_Record set_

# # # # # # #

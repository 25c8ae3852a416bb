import { Body, Controller, Get, HttpCode, Param, Post, Put } from '@nestjs/common'
import {
  readLevelNotesCsv,
  surveyInputSchema,
  type LevelNotesCsv,
  type SurveyInput,
  type SurveyView,
} from 'shared'
import type { Caller } from '../platform/auth/caller.js'
import { Requires } from '../platform/auth/requires.decorator.js'
import { Upload, UploadedBytes } from '../platform/auth/upload.decorator.js'
import { WhoCalls } from '../platform/auth/who-calls.decorator.js'
import { UnitOfWork } from '../platform/database/unit-of-work.js'
import { idParam } from '../platform/web/id-param.js'
import { parsedBy } from '../platform/web/parsed-by.js'
import { readTextFile } from '../platform/web/read-text-file.js'
import { SeenVersion } from '../platform/web/seen-version.decorator.js'
import { SurveysService } from './surveys.service.js'

@Controller()
export class SurveysController {
  constructor(
    private readonly unitOfWork: UnitOfWork,
    private readonly surveys: SurveysService,
  ) {}

  @Get('jobs/:id/survey')
  @Requires('design:read')
  read(@WhoCalls() caller: Caller, @Param('id', idParam) jobId: string): Promise<SurveyView> {
    return this.unitOfWork.run(caller.actor, (tx) => this.surveys.read(tx, caller, jobId))
  }

  @Put('jobs/:id/survey')
  @Requires('survey:write')
  save(
    @WhoCalls() caller: Caller,
    @Param('id', idParam) jobId: string,
    @SeenVersion() version: number,
    @Body(parsedBy(surveyInputSchema)) survey: SurveyInput,
  ): Promise<SurveyView> {
    return this.unitOfWork.run(caller.actor, (tx) =>
      this.surveys.save(tx, caller, { jobId, version, survey }),
    )
  }

  /** Reads a file for the form and stores nothing. */
  @Post('surveys/read-csv')
  @HttpCode(200)
  @Requires('survey:write')
  @Upload()
  readCsv(@UploadedBytes() bytes: Buffer): LevelNotesCsv {
    return readTextFile(bytes, (text) => readLevelNotesCsv({ text }))
  }
}
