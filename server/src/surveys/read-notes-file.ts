import { EngineeringInputError, Problem, readLevelNotesCsv, type LevelNotesCsv } from 'shared'

/** Level notes from an uploaded file, whichever of the two usual encodings the spreadsheet wrote. */
export function readNotesFile(bytes: Uint8Array): LevelNotesCsv {
  try {
    return readLevelNotesCsv({ text: decoded(bytes) })
  } catch (error) {
    if (!(error instanceof EngineeringInputError)) throw error
    throw new Problem('unreadable-file', {
      detail: error.message,
      fields: [{ pointer: '/file', message: error.message }],
    })
  }
}

function decoded(bytes: Uint8Array): string {
  try {
    return new TextDecoder('utf-8', { fatal: true }).decode(bytes)
  } catch {
    return new TextDecoder('windows-1252').decode(bytes)
  }
}
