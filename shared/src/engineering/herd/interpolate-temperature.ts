import type { TemperatureRow } from './water-tables.js'

export interface TemperatureFigure {
  gallons: number
  extrapolated: boolean
}

/**
 * Gallons at a temperature: straight between the printed ones, the coldest row's figure below it (animals go on
 * drinking in the cold), and the table's last slope above the hottest, marked as extrapolated.
 */
export function interpolateTemperature(row: TemperatureRow, temperatureF: number): TemperatureFigure {
  const { temperaturesF, gallons } = row
  const coldest = gallons[0] ?? 0
  const last = temperaturesF.length - 1
  if (last < 1 || temperatureF <= (temperaturesF[0] ?? Infinity))
    return { gallons: coldest, extrapolated: false }
  const next = temperaturesF.findIndex((printed) => temperatureF <= printed)
  const right = next === -1 ? last : next
  const [t1 = 0, t2 = 1] = [temperaturesF[right - 1], temperaturesF[right]]
  const [g1 = 0, g2 = 0] = [gallons[right - 1], gallons[right]]
  if (temperatureF === t2) return { gallons: g2, extrapolated: false }
  return { gallons: g1 + ((g2 - g1) * (temperatureF - t1)) / (t2 - t1), extrapolated: next === -1 }
}
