import fc from 'fast-check'
import { describe, expect, it } from 'vitest'
import { DEFAULT_RAMP_WIDTH_RULE, rampWidth } from './ramp-width.js'
import { rampWidthFt } from './ramp-width-ft.js'

const upToFoot = { ...DEFAULT_RAMP_WIDTH_RULE, rounding: 'up-to-foot' } as const

describe('rampWidthFt', () => {
  it('gives 50 head a ramp of 15 ft (K-State, Livestock Watering Handbook, Limited Access)', () => {
    expect(rampWidthFt({ headCount: 50 })).toBe(15)
  })

  it('gives 75 head 17.5 ft, or 18 ft in whole feet (constructed example, no outside evidence)', () => {
    expect(rampWidthFt({ headCount: 75 })).toBe(17.5)
    expect(rampWidthFt({ headCount: 75, rule: upToFoot })).toBe(18)
  })

  it('does not round a whole foot up to the next one', () => {
    for (let tens = 1; tens <= 70; tens += 1) {
      expect(rampWidthFt({ headCount: tens * 10, rule: upToFoot })).toBe(10 + tens)
    }
  })

  it('cuts the width to 80 ft and keeps what the rule asked for', () => {
    expect(rampWidth({ headCount: 900 })).toEqual({ widthFt: 80, ruleFt: 100, limitedBy: 'maximum' })
    const rule = { ...DEFAULT_RAMP_WIDTH_RULE, baseFt: 2 }
    expect(rampWidth({ headCount: 10, rule })).toEqual({ widthFt: 10, ruleFt: 3, limitedBy: 'minimum' })
  })

  it('never gives a larger herd a narrower ramp', () => {
    fc.assert(
      fc.property(fc.integer({ min: 1, max: 2000 }), (headCount) => {
        const width = rampWidthFt({ headCount, rule: upToFoot })
        expect(rampWidthFt({ headCount: headCount + 1, rule: upToFoot })).toBeGreaterThanOrEqual(width)
      }),
    )
  })

  it.each([0, -1, 1.5, NaN, Infinity])('refuses a herd of %d', (headCount) => {
    expect(() => rampWidthFt({ headCount })).toThrow(expect.objectContaining({ field: 'headCount' }))
  })

  it.each([
    [{ baseFt: -1 }, 'rule.baseFt'],
    [{ perHeadFt: NaN }, 'rule.perHeadFt'],
    [{ minimumFt: 0 }, 'rule.minimumFt'],
    [{ maximumFt: 5 }, 'rule.maximumFt'],
    [{ rounding: 'down' as never }, 'rule.rounding'],
  ])('refuses the rule %o', (change, field) => {
    const rule = { ...DEFAULT_RAMP_WIDTH_RULE, ...change }
    expect(() => rampWidthFt({ headCount: 10, rule })).toThrow(expect.objectContaining({ field }))
  })
})
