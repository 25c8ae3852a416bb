import { createRequire } from 'node:module'

const require = createRequire(import.meta.url)
const face = (file: string) => require.resolve(`@expo-google-fonts/source-sans-3/${file}`)

/**
 * The full font files: the subsets that are sold for web pages lack ≤ ≥ √ and print boxes in their place without
 * an error. Always set by path: a registered name opens the file anew at every change of face.
 */
export const fonts = {
  regular: face('400Regular/SourceSans3_400Regular.ttf'),
  bold: face('600SemiBold/SourceSans3_600SemiBold.ttf'),
} as const
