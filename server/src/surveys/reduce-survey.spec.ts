import { Problem, type SurveyInput } from 'shared'
import { reduceSurvey } from './reduce-survey'
import { surveyProblem } from './survey-problem'
import { surveyRemarks } from './survey-remarks'

const notes = (closeFt: number): SurveyInput => ({
  kind: 'level-notes',
  startElevationFt: 104.2,
  rows: [
    { label: 'BM-1', backsightFt: 4.86 },
    { label: '0+20', stationFt: 20, intermediateFt: 6.46 },
    { label: '0+00', stationFt: 0, intermediateFt: 5.86 },
    { label: 'BM-1', foresightFt: closeFt },
  ],
  closing: { knownElevationFt: 104.2, minimumFt: 0.02 },
})

function refusalOf(survey: SurveyInput): Problem {
  try {
    reduceSurvey(survey)
  } catch (error) {
    const problem = surveyProblem(error, survey.kind)
    if (problem instanceof Problem) return problem
  }
  throw new Error('Nothing was refused.')
}

describe('a survey', () => {
  it('of level notes gives the ground line in order of station: HI less each sight', () => {
    expect(reduceSurvey(notes(4.86)).groundLine).toEqual([
      { stationFt: 0, elevationFt: 103.2 },
      { stationFt: 20, elevationFt: 102.6 },
    ])
  })

  it('of soundings lies the depth under the water surface', () => {
    const points = [
      { stationFt: 0, elevationFt: 100 },
      { stationFt: 9, waterDepthFt: 2 },
    ]
    const { groundLine, reduction } = reduceSurvey({ kind: 'ground-line', waterSurfaceFt: 98.6, points })
    expect(groundLine[1]?.elevationFt).toBeCloseTo(96.6, 9)
    expect(reduction).toBeNull()
  })

  it('that does not close is kept, and says by how much and what to do', () => {
    const [remark] = surveyRemarks(reduceSurvey(notes(4.81)).reduction)
    expect(remark).toMatch(/do not close.*0\.050.ft.*0\.020.ft is allowed.*run the line again/)
    expect(surveyRemarks(reduceSurvey(notes(4.86)).reduction)).toEqual([])
  })

  it('with a row that cannot be is refused beside that row', () => {
    const survey = notes(4.86)
    if (survey.kind !== 'level-notes') throw new Error('These are level notes.')
    const rows = [...survey.rows]
    rows[1] = { label: '0+20', stationFt: 20, intermediateFt: 6.46, foresightFt: 3 }
    const { slug, extras } = refusalOf({ ...survey, rows })
    expect(slug).toBe('invalid-fields')
    expect(extras.fields).toEqual([{ pointer: '/rows/1', message: expect.stringMatching(/^Row 2: /) }])
  })

  it('with stations that run back is refused beside the points', () => {
    const points = [
      { stationFt: 9, elevationFt: 100 },
      { stationFt: 0, elevationFt: 99 },
    ]
    expect(refusalOf({ kind: 'ground-line', points }).extras.fields?.[0]?.pointer).toBe('/points')
  })
})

# # # # # # #

_What this task involves_
Check each line above for the word "export" and give the number of lines that have it, nothing else.

_Answer to this task_
5